F1 to trial revised Qualifying format

Formula 1 is set to trial a new qualifying format in 2023

A revised Qualifying format will be trialled at selected races during next year’s Formula 1 season.

While the three-part knock-out format is set to remain, tweaks will be made to the way teams are able to use tyres throughout the session.

The new format will see all participants in Qualifying 1 use the hard compound tyres, before switching to the medium rubber for Qualifying 2.

The 10 runners who then progress to the final phase of the session will have to use the soft compound tyre.

Currently, teams have free choice of the compound they choose, though typically converge to the same compound, save for the front runners who are confident of progressing while saving a set of better-performing rubber for later.

Changes for this year scrapped the rule which mandated those who progressed to Qualifying 3 start the race on the tyres they set their fastest Qualifying 2 time on.

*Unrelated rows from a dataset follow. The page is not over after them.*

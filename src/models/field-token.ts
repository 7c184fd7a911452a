/**
 * Integers of up to 32 bits as a token, which a model codes, and extra bits, which are as good as
 * equally likely.
 *
 * 0 … 15 are tokens of their own. Above, a token says the bit length and the bit below the leading
 * one; what is left follows as extra bits. A width of w ≥ 4 bits has 16 + 2 (w − 4) tokens.
 */

/** Values below this are their own token. */
const DIRECT = 16;
const DIRECT_BITS = 4;

/** Tokens of a width of 32 bits. */
export const MOST_TOKENS = DIRECT + 2 * (32 - DIRECT_BITS);

/** Tokens that values below 2^width can have. */
export function tokenCount(width: number): number {
  return width <= DIRECT_BITS ? 2 ** width : DIRECT + 2 * (width - DIRECT_BITS);
}

/** Token of an unsigned value of 32 bits. */
export function tokenOf(value: number): number {
  if (value >>> 0 < DIRECT) return value;
  const length = 32 - Math.clz32(value);
  return DIRECT + 2 * (length - 1 - DIRECT_BITS) + ((value >>> (length - 2)) & 1);
}

/** Extra bits after each token, 0 … 30. */
export const EXTRA_BITS = Uint8Array.from({ length: MOST_TOKENS }, (_, token) =>
  token < DIRECT ? 0 : DIRECT_BITS - 1 + ((token - DIRECT) >>> 1),
);

/** Least value of each token. */
export const LEAST_VALUE = Uint32Array.from({ length: MOST_TOKENS }, (_, token) =>
  token < DIRECT ? token : (2 + ((token - DIRECT) & 1)) * 2 ** EXTRA_BITS[token],
);

/** Size classes that contexts tell apart. */
export const BUCKETS = 8;

/** Size class of a difference: its bit length, at most 7. */
export function bucketOf(residual: number): number {
  const length = 32 - Math.clz32(residual);
  return length < BUCKETS ? length : BUCKETS - 1;
}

Now, all drivers have free choice at the race start.

The new format is set to be trialled at two races in 2023, though not those which will also feature Sprint Qualifying, to evaluate “whether the revisions are suitable for subsequent championships.”

The current three-part qualifying format has been in place (for all but a handful of races) since 2006 and has proved a strong balance between competition and entertainment.

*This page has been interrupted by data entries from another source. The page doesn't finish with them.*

import { CorruptStreamError } from '../errors/errors.ts';
import { PrefixDecoder } from '../stages/prefix-decoder.ts';
import { PrefixTable } from '../stages/prefix-table.ts';
import { newSymbolArray } from '../symbols/sequence.ts';
import type { DecodeLimits, Setup } from './contract.ts';
import { SymbolCounts } from './huffman-counts.ts';
import { empiricalBits, empiricalCosts, smoothedCosts } from './huffman-price.ts';
import { huffmanTables } from './huffman-tables.ts';
import type { DecodedTaker, PiecesInput, Pricer } from './in-pieces.ts';
import type { Rational } from './parameters.ts';
import { PiecesWalk } from './pieces-walk.ts';
import { PricedMessages } from './priced-messages.ts';

/** Most symbols decoded at once; none takes more than four bytes. */
const BLOCK_SYMBOLS = 2 ** 14;

/**
 * Decodes words from a source that is read in pieces.
 * @param shipped  absent: the table is found in the message, or in the first that has symbols
 */
export function* decodeWordsInPieces(
  input: PiecesInput,
  setup: Setup,
  limits: DecodeLimits,
  taker: DecodedTaker,
  maxBits: number,
  shipped: PrefixDecoder | undefined,
): Generator<undefined, number, undefined> {
  const walk = new PiecesWalk(setup, input, limits);
  const { window } = walk;
  const table = new PrefixTable();
  const words = shipped ?? new PrefixDecoder(setup.alphabetSize);
  const each = setup.reset === 'message';
  const halfWindow = Math.floor(window.bytes.length / 2);
  const blockSymbols = Math.min(BLOCK_SYMBOLS, Math.floor(halfWindow / 4) - 4);
  const symbols = newSymbolArray(setup.alphabetSize, blockSymbols);
  let known = shipped !== undefined;
  for (let count = walk.next(); count >= 0; count = walk.next()) {
    if (count > 0 && !known) {
      known = !each;
      const most = each ? count : limits.maxSymbols;
      window.ensure(halfWindow);
      table.read(window, setup.alphabetSize, maxBits, most);
      words.setWords(table.symbols, table.lengths, table.count, most);
    }
    if (count * words.shortestWordBits > window.bitsLeft) {
      throw new CorruptStreamError('a message says it holds more symbols than its bits can', {
        bitOffset: window.sourcePosition,
        got: `${count} symbols of ${words.shortestWordBits} bits or more`,
      });
    }
    for (let left = count; left > 0; ) {
      const block = Math.min(left, blockSymbols);
      window.ensure(4 * block + 16);
      words.decode(window, symbols, 0, block);
      taker.take(symbols, 0, block);
      yield;
      left -= block;
    }
    walk.close(window.sourcePosition);
    taker.end();
  }
  return window.sourcePosition;
}

/** The prices of `priceHuffman`, chunk by chunk. */
export function huffmanPricer(setup: Setup, added: Rational): Pricer {
  if (setup.policy === 'sent' && setup.reset === 'message') {
    const counts = new SymbolCounts(setup.alphabetSize);
    return new PricedMessages(0, {
      begin: () => counts.clear(),
      add: (symbols, from, to) => counts.add(symbols, from, to),
      takeBits: () => empiricalBits(counts),
    });
  }
  const { counts } = huffmanTables(setup);
  const costs = setup.policy === 'shipped' ? smoothedCosts(counts, added) : empiricalCosts(counts);
  let bits = 0;
  return new PricedMessages(0, {
    begin() {
      bits = 0;
    },
    add(symbols, from, to) {
      let sum = bits;
      for (let i = from; i < to; i++) sum += costs[symbols[i]];
      bits = sum;
    },
    takeBits: () => bits,
  });
}
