import { CorruptStreamError, LimitError } from '../errors/errors.ts';
import { ContextTree, NODE_SECOND, NODE_SYMBOL, NODE_WORDS, SYMBOL_MASK } from './context-tree.ts';
import type { IntervalSink, IntervalSource } from './interval.ts';
import { bitLength, IntegerModel, putBits, SmallModel, takeBits } from './small-model.ts';
import { childrenOf, suffixesOf } from './static-table.ts';

/**
 * How a table of `sent` is carried: the set of strings of 1, 2 … k + 1 symbols that occur, level by level, then how often
 * each longest one occurs.
 *
 * - Where contexts know positions, the empty string stands for as many, and a string without its oldest symbol begins one later.
 * - The symbols that follow a string are among those that follow it without its oldest symbol (the whole alphabet for the
 *   empty string). Their number is written, then which ones: while at least one candidate in 16 is wanted, one yes or no
 *   each, of exactly the odds that remain; else the number of candidates skipped.
 * - A count is written as its bit length, in the context of the length that the same symbol's count had last, and less than
 *   half of its further bits: what is cut costs a fraction of a bit in the code lengths, and saves more in the table.
 *
 * Everything goes through small adaptive models and the range coder, in a code string of its own.
 */

/** Candidates for one wanted, from which on gaps are shorter than single decisions. */
const SPARSE = 16;

/** Bits kept below the leading 1 of a count of `length` bits: swept on five files at orders 0 to 3. */
const keptBits = (length: number): number => Math.max(0, ((length - 1) >> 1) - 2);

/** The count that the decoder sees: the middle of the counts that share the bits kept. */
export function roundCount(count: number): number {
  const length = bitLength(count);
  const cut = length - 1 - keptBits(length);
  if (cut <= 0) return count;
  const unit = 2 ** cut;
  return Math.floor(count / unit) * unit + unit / 2;
}

class TableModels {
  readonly sizes = Array.from({ length: 18 }, () => new IntegerModel());
  readonly gaps = Array.from({ length: 18 }, () => new IntegerModel());
  readonly lengths = Array.from({ length: 34 }, () => new SmallModel(33));
  /** Bit length of the last count of each symbol; 0 before the first. */
  readonly lastLengths: Uint8Array;

  constructor(alphabetSize: number) {
    this.lastLengths = new Uint8Array(alphabetSize);
  }
}

/**
 * Writes the strings and counts of a tree whose strings have at most `order` + 1 symbols, at least one of them.
 * @param tree  counts in the second words
 */
export function writeSentTable(tree: ContextTree, order: number, sink: IntervalSink): void {
  const models = new TableModels(tree.alphabetSize);
  const { starts, children } = childrenOf(tree);
  const suffixes = suffixesOf(tree);
  const { words } = tree;
  const { positions } = tree;
  let level = rootsOf(tree);
  for (let length = 0; length <= order; length++) {
    const longer: number[] = [];
    if (length < order) longer.push(tree.startNode(length + 1));
    for (const node of level) {
      const isEmpty = node < positions;
      const from = isEmpty ? 0 : starts[suffixes[node]];
      const candidates = isEmpty ? tree.alphabetSize : starts[suffixes[node] + 1] - from;
      const wanted = starts[node + 1] - starts[node];
      if (candidates === 0) continue;
      models.sizes[bitLength(candidates)].encode(wanted, sink);
      let at = 0;
      for (let i = starts[node]; i < starts[node + 1]; i++) {
        const child = children[i];
        const symbol = words[child * NODE_WORDS + NODE_SYMBOL] & SYMBOL_MASK;
        const needed = starts[node + 1] - i;
        let place = symbol;
        if (!isEmpty) {
          place = from + at;
          while ((words[children[place] * NODE_WORDS + NODE_SYMBOL] & SYMBOL_MASK) !== symbol)
            place++;
          place -= from;
        }
        writePlace(models, sink, at, place, needed, candidates);
        at = place + 1;
        if (length < order) longer.push(child);
        else writeCount(models, sink, symbol, words[child * NODE_WORDS + NODE_SECOND]);
      }
    }
    level = longer;
  }
}

/**
 * Reads what {@link writeSentTable} wrote, as a tree whose longest strings have their rounded counts.
 * @param maxPairs  most strings of order + 1 symbols that an honest table can have
 * @throws CorruptStreamError, LimitError
 */
export function readSentTable(
  alphabetSize: number,
  order: number,
  maxPairs: number,
  source: IntervalSource,
  positions = 1,
): ContextTree {
  const models = new TableModels(alphabetSize);
  const tree = new ContextTree(alphabetSize, order + 1, positions);
  const starts: number[] = [];
  const ends: number[] = [];
  const children: number[] = [];
  let level = rootsOf(tree);
  let suffixes: number[] = level;
  for (let length = 0; length <= order; length++) {
    const longer: number[] = [];
    const longerSuffixes: number[] = [];
    if (length < order) {
      longerSuffixes.push(tree.startNode(length));
      longer.push(tree.startNode(length + 1));
    }
    let pairs = 0;
    for (let n = 0; n < level.length; n++) {
      const node = level[n];
      const suffix = suffixes[n];
      const isEmpty = node < positions;
      const from = isEmpty ? 0 : starts[suffix];
      const candidates = isEmpty ? alphabetSize : ends[suffix] - from;
      starts[node] = children.length;
      ends[node] = children.length;
      if (candidates === 0) continue;
      const wanted = models.sizes[bitLength(candidates)].decode(source);
      pairs += wanted;
      if (wanted > candidates) refuse('more symbols after a context than there are');
      if (pairs > maxPairs) {
        throw new LimitError('a sent table has more entries than its symbols can need', {
          expected: `at most ${maxPairs}`,
        });
      }
      let at = 0;
      for (let needed = wanted; needed > 0; needed--) {
        const place = readPlace(models, source, at, needed, candidates);
        at = place + 1;
        const candidate = isEmpty ? place : children[from + place];
        const symbol = isEmpty
          ? place
          : tree.words[candidate * NODE_WORDS + NODE_SYMBOL] & SYMBOL_MASK;
        const child = tree.add(node, symbol);
        children.push(child);
        let count = 1;
        if (length < order) {
          longer.push(child);
          longerSuffixes.push(isEmpty ? tree.nextRoot(node) : candidate);
        } else {
          count = readCount(models, source, symbol);
        }
        tree.words[child * NODE_WORDS + NODE_SECOND] = count;
      }
      ends[node] = children.length;
    }
    level = longer;
    suffixes = longerSuffixes;
  }
  return tree;
}

/** The empty contexts, one for each position. */
const rootsOf = (tree: ContextTree): number[] =>
  Array.from({ length: tree.positions }, (_, position) => position);

function writePlace(
  models: TableModels,
  sink: IntervalSink,
  from: number,
  place: number,
  needed: number,
  candidates: number,
): void {
  for (let at = from; ; at++) {
    const left = candidates - at;
    if (left === needed) return;
    if (left >= SPARSE * needed) {
      models.gaps[bitLength(Math.floor(left / needed))].encode(place - at, sink);
      return;
    }
    if (at === place) {
      sink.put(0, needed, left);
      return;
    }
    sink.put(needed, left - needed, left);
  }
}

function readPlace(
  models: TableModels,
  source: IntervalSource,
  from: number,
  needed: number,
  candidates: number,
): number {
  for (let at = from; ; at++) {
    const left = candidates - at;
    if (left === needed) return at;
    if (left >= SPARSE * needed) {
      const place = at + models.gaps[bitLength(Math.floor(left / needed))].decode(source);
      if (candidates - place < needed) refuse('too few symbols left after a context');
      return place;
    }
    if (source.target(left) < needed) {
      source.take(0, needed);
      return at;
    }
    source.take(needed, left - needed);
  }
}

function writeCount(models: TableModels, sink: IntervalSink, symbol: number, count: number): void {
  const length = bitLength(count);
  models.lengths[models.lastLengths[symbol]].encode(length, sink);
  models.lastLengths[symbol] = length;
  const kept = keptBits(length);
  const cut = length - 1 - kept;
  putBits(sink, Math.floor(count / 2 ** cut) - 2 ** kept, kept);
}

function readCount(models: TableModels, source: IntervalSource, symbol: number): number {
  const length = models.lengths[models.lastLengths[symbol]].decode(source);
  if (length === 0) refuse('a count of zero');
  models.lastLengths[symbol] = length;
  const kept = keptBits(length);
  const cut = length - 1 - kept;
  const bits = takeBits(source, kept);
  return (2 ** kept + bits) * 2 ** cut + (cut > 0 ? 2 ** (cut - 1) : 0);
}

function refuse(what: string): never {
  throw new CorruptStreamError(`a sent table says ${what}`, {
    advice: 'The bytes were cut or altered, or belong to another coder.',
  });
}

Previously, F1 adopted several different systems, including two 60-minute sessions, a single 60-minute session, hot lap qualifying, even combined and averaged times.

The proposed tweak to qualifying comes as F1 also looks at whether it can reduce the number of tyres available, trimming that from 13 sets per car to 11.

In that instance, each driver will have up to three sets of hard compound tyres, four of the mediums, and four sets of softs.

That is in addition to the wet tyre allocation, which is three sets of full wets and four sets of intermediates.

The revised tyre rules are the latest in a line of experiments conducted by Formula 1 since Liberty Media’s takeover.

Most notable of those has been the introduction of Sprint Qualifying, which has proved divisive at best, with the sport keen to run as many as six events under that format next season.

However, it’s understood the FIA voted against the expansion at the F1 Commission meeting last week, despite the teams siding with the sport’s commercial rights holder, which is in favour of the move.